WHAT THE TASK REQUIRES
The data are to be restated in full, exactly as presented.

(Collected data)
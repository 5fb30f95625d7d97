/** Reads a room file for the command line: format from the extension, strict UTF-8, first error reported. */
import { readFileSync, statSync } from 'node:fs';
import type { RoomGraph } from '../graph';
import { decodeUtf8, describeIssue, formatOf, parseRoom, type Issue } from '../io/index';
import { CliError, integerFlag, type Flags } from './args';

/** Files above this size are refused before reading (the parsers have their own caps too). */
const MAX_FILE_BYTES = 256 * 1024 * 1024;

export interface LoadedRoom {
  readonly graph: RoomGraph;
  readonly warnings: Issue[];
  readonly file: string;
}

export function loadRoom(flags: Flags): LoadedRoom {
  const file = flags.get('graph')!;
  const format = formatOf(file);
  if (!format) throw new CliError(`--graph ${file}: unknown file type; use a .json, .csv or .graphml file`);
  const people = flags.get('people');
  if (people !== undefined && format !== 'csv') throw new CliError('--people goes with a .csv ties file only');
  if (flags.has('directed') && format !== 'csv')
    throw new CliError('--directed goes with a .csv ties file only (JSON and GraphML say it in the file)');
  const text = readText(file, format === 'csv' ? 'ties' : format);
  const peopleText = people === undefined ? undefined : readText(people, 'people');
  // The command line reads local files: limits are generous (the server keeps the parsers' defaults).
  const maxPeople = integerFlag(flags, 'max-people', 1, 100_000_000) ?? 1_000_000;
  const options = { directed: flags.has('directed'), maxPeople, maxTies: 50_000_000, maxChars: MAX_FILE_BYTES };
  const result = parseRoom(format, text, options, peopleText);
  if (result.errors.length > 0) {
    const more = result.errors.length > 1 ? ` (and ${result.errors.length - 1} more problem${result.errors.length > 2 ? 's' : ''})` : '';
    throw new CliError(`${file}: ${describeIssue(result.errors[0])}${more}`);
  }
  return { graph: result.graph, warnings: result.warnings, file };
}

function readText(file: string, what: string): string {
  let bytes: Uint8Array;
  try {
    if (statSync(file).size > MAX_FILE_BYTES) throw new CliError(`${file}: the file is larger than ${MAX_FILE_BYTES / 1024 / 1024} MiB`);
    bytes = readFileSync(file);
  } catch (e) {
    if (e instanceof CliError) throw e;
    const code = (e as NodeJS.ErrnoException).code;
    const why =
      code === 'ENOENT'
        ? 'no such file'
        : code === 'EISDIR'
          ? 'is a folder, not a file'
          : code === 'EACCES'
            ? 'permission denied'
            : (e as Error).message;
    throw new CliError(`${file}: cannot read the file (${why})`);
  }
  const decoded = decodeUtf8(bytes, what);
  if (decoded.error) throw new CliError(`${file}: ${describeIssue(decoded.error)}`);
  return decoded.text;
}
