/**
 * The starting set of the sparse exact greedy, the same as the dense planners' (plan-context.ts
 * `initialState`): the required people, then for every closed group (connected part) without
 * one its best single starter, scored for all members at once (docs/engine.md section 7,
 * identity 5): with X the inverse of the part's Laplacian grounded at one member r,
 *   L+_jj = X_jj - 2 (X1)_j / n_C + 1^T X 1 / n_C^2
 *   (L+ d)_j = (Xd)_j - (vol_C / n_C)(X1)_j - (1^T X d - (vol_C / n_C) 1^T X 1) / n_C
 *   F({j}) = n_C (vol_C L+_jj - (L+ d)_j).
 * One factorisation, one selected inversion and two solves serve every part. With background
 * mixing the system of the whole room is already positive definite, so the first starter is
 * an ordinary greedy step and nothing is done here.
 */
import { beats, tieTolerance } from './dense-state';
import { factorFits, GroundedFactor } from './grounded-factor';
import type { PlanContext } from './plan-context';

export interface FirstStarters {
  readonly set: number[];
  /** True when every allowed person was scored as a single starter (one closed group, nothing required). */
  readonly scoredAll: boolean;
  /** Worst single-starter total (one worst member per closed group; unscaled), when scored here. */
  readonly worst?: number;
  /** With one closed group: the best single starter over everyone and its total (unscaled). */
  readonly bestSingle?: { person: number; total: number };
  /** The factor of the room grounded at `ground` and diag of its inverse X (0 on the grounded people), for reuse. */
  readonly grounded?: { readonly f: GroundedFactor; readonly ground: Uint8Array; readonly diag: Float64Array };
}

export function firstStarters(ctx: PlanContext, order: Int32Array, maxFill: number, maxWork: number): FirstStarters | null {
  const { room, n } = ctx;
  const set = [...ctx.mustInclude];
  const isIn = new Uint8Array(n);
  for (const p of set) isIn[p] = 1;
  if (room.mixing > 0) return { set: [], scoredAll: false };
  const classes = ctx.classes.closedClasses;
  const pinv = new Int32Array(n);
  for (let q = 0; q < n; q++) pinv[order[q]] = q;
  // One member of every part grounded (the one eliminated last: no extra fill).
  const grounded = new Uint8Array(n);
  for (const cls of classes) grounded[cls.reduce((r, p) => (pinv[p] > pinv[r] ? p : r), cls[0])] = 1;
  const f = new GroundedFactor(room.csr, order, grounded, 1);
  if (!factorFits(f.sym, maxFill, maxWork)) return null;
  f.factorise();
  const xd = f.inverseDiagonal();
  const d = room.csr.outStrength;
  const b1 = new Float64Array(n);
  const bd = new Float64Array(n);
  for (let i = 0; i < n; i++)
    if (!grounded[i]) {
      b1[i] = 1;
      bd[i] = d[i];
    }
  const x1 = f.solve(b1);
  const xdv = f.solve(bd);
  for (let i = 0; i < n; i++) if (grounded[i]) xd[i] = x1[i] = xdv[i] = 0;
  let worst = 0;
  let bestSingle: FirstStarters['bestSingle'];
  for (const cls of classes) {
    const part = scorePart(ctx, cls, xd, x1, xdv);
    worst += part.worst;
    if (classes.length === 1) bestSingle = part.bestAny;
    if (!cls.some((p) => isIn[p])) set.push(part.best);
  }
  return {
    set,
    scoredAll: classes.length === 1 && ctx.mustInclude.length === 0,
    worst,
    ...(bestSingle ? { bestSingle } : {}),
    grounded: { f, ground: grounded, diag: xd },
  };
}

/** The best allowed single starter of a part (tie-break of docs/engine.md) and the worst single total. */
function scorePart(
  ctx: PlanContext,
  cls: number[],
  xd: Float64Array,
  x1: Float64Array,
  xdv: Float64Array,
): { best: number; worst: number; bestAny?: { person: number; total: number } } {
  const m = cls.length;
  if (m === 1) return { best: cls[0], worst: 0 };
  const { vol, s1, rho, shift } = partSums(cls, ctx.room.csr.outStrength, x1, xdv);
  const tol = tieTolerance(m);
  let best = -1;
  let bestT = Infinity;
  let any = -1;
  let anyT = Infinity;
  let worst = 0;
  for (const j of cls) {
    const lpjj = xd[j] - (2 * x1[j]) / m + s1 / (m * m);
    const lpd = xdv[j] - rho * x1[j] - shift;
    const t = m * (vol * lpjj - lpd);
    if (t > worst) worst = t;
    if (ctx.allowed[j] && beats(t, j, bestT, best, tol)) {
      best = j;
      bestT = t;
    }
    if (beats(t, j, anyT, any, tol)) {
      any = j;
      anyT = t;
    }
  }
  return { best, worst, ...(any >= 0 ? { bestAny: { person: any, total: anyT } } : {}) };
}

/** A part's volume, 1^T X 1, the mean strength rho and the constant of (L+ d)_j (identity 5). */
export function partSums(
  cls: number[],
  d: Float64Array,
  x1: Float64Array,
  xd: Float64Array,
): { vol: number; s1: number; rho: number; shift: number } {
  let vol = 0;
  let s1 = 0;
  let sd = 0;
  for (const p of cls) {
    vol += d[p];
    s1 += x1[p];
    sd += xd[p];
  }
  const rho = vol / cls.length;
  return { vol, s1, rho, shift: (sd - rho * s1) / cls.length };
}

RESPONSE
repository 5fb30f95625d7d97
/** Reads a room file for the command line: format from the extension, strict UTF-8, first error reported. */
import { readFileSync, statSync } from 'node:fs';
import type { RoomGraph } from '../graph';
import { decodeUtf8, describeIssue, formatOf, parseRoom, type Issue } from '../io/index';
import { CliError, integerFlag, type Flags } from './args';

/** Files above this size are refused before reading (the parsers have their own caps too). */
const MAX_FILE_BYTES = 256 * 1024 * 1024;

export interface LoadedRoom {
  readonly graph: RoomGraph;
  readonly warnings: Issue[];
  readonly file: string;
}

export function loadRoom(flags: Flags): LoadedRoom {
  const file = flags.get('graph')!;
  const format = formatOf(file);
  if (!format) throw new CliError(`--graph ${file}: unknown file type; use a .json, .csv or .graphml file`);
  const people = flags.get('people');
  if (people !== undefined && format !== 'csv') throw new CliError('--people goes with a .csv ties file only');
  if (flags.has('directed') && format !== 'csv')
    throw new CliError('--directed goes with a .csv ties file only (JSON and GraphML say it in the file)');
  const text = readText(file, format === 'csv' ? 'ties' : format);
  const peopleText = people === undefined ? undefined : readText(people, 'people');
  // The command line reads local files: limits are generous (the server keeps the parsers' defaults).
  const maxPeople = integerFlag(flags, 'max-people', 1, 100_000_000) ?? 1_000_000;
  const options = { directed: flags.has('directed'), maxPeople, maxTies: 50_000_000, maxChars: MAX_FILE_BYTES };
  const result = parseRoom(format, text, options, peopleText);
  if (result.errors.length > 0) {
    const more = result.errors.length > 1 ? ` (and ${result.errors.length - 1} more problem${result.errors.length > 2 ? 's' : ''})` : '';
    throw new CliError(`${file}: ${describeIssue(result.errors[0])}${more}`);
  }
  return { graph: result.graph, warnings: result.warnings, file };
}

function readText(file: string, what: string): string {
  let bytes: Uint8Array;
  try {
    if (statSync(file).size > MAX_FILE_BYTES) throw new CliError(`${file}: the file is larger than ${MAX_FILE_BYTES / 1024 / 1024} MiB`);
    bytes = readFileSync(file);
  } catch (e) {
    if (e instanceof CliError) throw e;
    const code = (e as NodeJS.ErrnoException).code;
    const why =
      code === 'ENOENT'
        ? 'no such file'
        : code === 'EISDIR'
          ? 'is a folder, not a file'
          : code === 'EACCES'
            ? 'permission denied'
            : (e as Error).message;
    throw new CliError(`${file}: cannot read the file (${why})`);
  }
  const decoded = decodeUtf8(bytes, what);
  if (decoded.error) throw new CliError(`${file}: ${describeIssue(decoded.error)}`);
  return decoded.text;
}
/**
 * The starting set of the sparse exact greedy, the same as the dense planners' (plan-context.ts
 * `initialState`): the required people, then for every closed group (connected part) without
 * one its best single starter, scored for all members at once (docs/engine.md section 7,
 * identity 5): with X the inverse of the part's Laplacian grounded at one member r,
 *   L+_jj = X_jj - 2 (X1)_j / n_C + 1^T X 1 / n_C^2
 *   (L+ d)_j = (Xd)_j - (vol_C / n_C)(X1)_j - (1^T X d - (vol_C / n_C) 1^T X 1) / n_C
 *   F({j}) = n_C (vol_C L+_jj - (L+ d)_j).
 * One factorisation, one selected inversion and two solves serve every part. With background
 * mixing the system of the whole room is already positive definite, so the first starter is
 * an ordinary greedy step and nothing is done here.
 */
import { beats, tieTolerance } from './dense-state';
import { factorFits, GroundedFactor } from './grounded-factor';
import type { PlanContext } from './plan-context';

export interface FirstStarters {
  readonly set: number[];
  /** True when every allowed person was scored as a single starter (one closed group, nothing required). */
  readonly scoredAll: boolean;
  /** Worst single-starter total (one worst member per closed group; unscaled), when scored here. */
  readonly worst?: number;
  /** With one closed group: the best single starter over everyone and its total (unscaled). */
  readonly bestSingle?: { person: number; total: number };
  /** The factor of the room grounded at `ground` and diag of its inverse X (0 on the grounded people), for reuse. */
  readonly grounded?: { readonly f: GroundedFactor; readonly ground: Uint8Array; readonly diag: Float64Array };
}

export function firstStarters(ctx: PlanContext, order: Int32Array, maxFill: number, maxWork: number): FirstStarters | null {
  const { room, n } = ctx;
  const set = [...ctx.mustInclude];
  const isIn = new Uint8Array(n);
  for (const p of set) isIn[p] = 1;
  if (room.mixing > 0) return { set: [], scoredAll: false };
  const classes = ctx.classes.closedClasses;
  const pinv = new Int32Array(n);
  for (let q = 0; q < n; q++) pinv[order[q]] = q;
  // One member of every part grounded (the one eliminated last: no extra fill).
  const grounded = new Uint8Array(n);
  for (const cls of classes) grounded[cls.reduce((r, p) => (pinv[p] > pinv[r] ? p : r), cls[0])] = 1;
  const f = new GroundedFactor(room.csr, order, grounded, 1);
  if (!factorFits(f.sym, maxFill, maxWork)) return null;
  f.factorise();
  const xd = f.inverseDiagonal();
  const d = room.csr.outStrength;
  const b1 = new Float64Array(n);
  const bd = new Float64Array(n);
  for (let i = 0; i < n; i++)
    if (!grounded[i]) {
      b1[i] = 1;
      bd[i] = d[i];
    }
  const x1 = f.solve(b1);
  const xdv = f.solve(bd);
  for (let i = 0; i < n; i++) if (grounded[i]) xd[i] = x1[i] = xdv[i] = 0;
  let worst = 0;
  let bestSingle: FirstStarters['bestSingle'];
  for (const cls of classes) {
    const part = scorePart(ctx, cls, xd, x1, xdv);
    worst += part.worst;
    if (classes.length === 1) bestSingle = part.bestAny;
    if (!cls.some((p) => isIn[p])) set.push(part.best);
  }
  return {
    set,
    scoredAll: classes.length === 1 && ctx.mustInclude.length === 0,
    worst,
    ...(bestSingle ? { bestSingle } : {}),
    grounded: { f, ground: grounded, diag: xd },
  };
}

/** The best allowed single starter of a part (tie-break of docs/engine.md) and the worst single total. */
function scorePart(
  ctx: PlanContext,
  cls: number[],
  xd: Float64Array,
  x1: Float64Array,
  xdv: Float64Array,
): { best: number; worst: number; bestAny?: { person: number; total: number } } {
  const m = cls.length;
  if (m === 1) return { best: cls[0], worst: 0 };
  const { vol, s1, rho, shift } = partSums(cls, ctx.room.csr.outStrength, x1, xdv);
  const tol = tieTolerance(m);
  let best = -1;
  let bestT = Infinity;
  let any = -1;
  let anyT = Infinity;
  let worst = 0;
  for (const j of cls) {
    const lpjj = xd[j] - (2 * x1[j]) / m + s1 / (m * m);
    const lpd = xdv[j] - rho * x1[j] - shift;
    const t = m * (vol * lpjj - lpd);
    if (t > worst) worst = t;
    if (ctx.allowed[j] && beats(t, j, bestT, best, tol)) {
      best = j;
      bestT = t;
    }
    if (beats(t, j, anyT, any, tol)) {
      any = j;
      anyT = t;
    }
  }
  return { best, worst, ...(any >= 0 ? { bestAny: { person: any, total: anyT } } : {}) };
}

/** A part's volume, 1^T X 1, the mean strength rho and the constant of (L+ d)_j (identity 5). */
export function partSums(
  cls: number[],
  d: Float64Array,
  x1: Float64Array,
  xd: Float64Array,
): { vol: number; s1: number; rho: number; shift: number } {
  let vol = 0;
  let s1 = 0;
  let sd = 0;
  for (const p of cls) {
    vol += d[p];
    s1 += x1[p];
    sd += xd[p];
  }
  const rho = vol / cls.length;
  return { vol, s1, rho, shift: (sd - rho * s1) / cls.length };
}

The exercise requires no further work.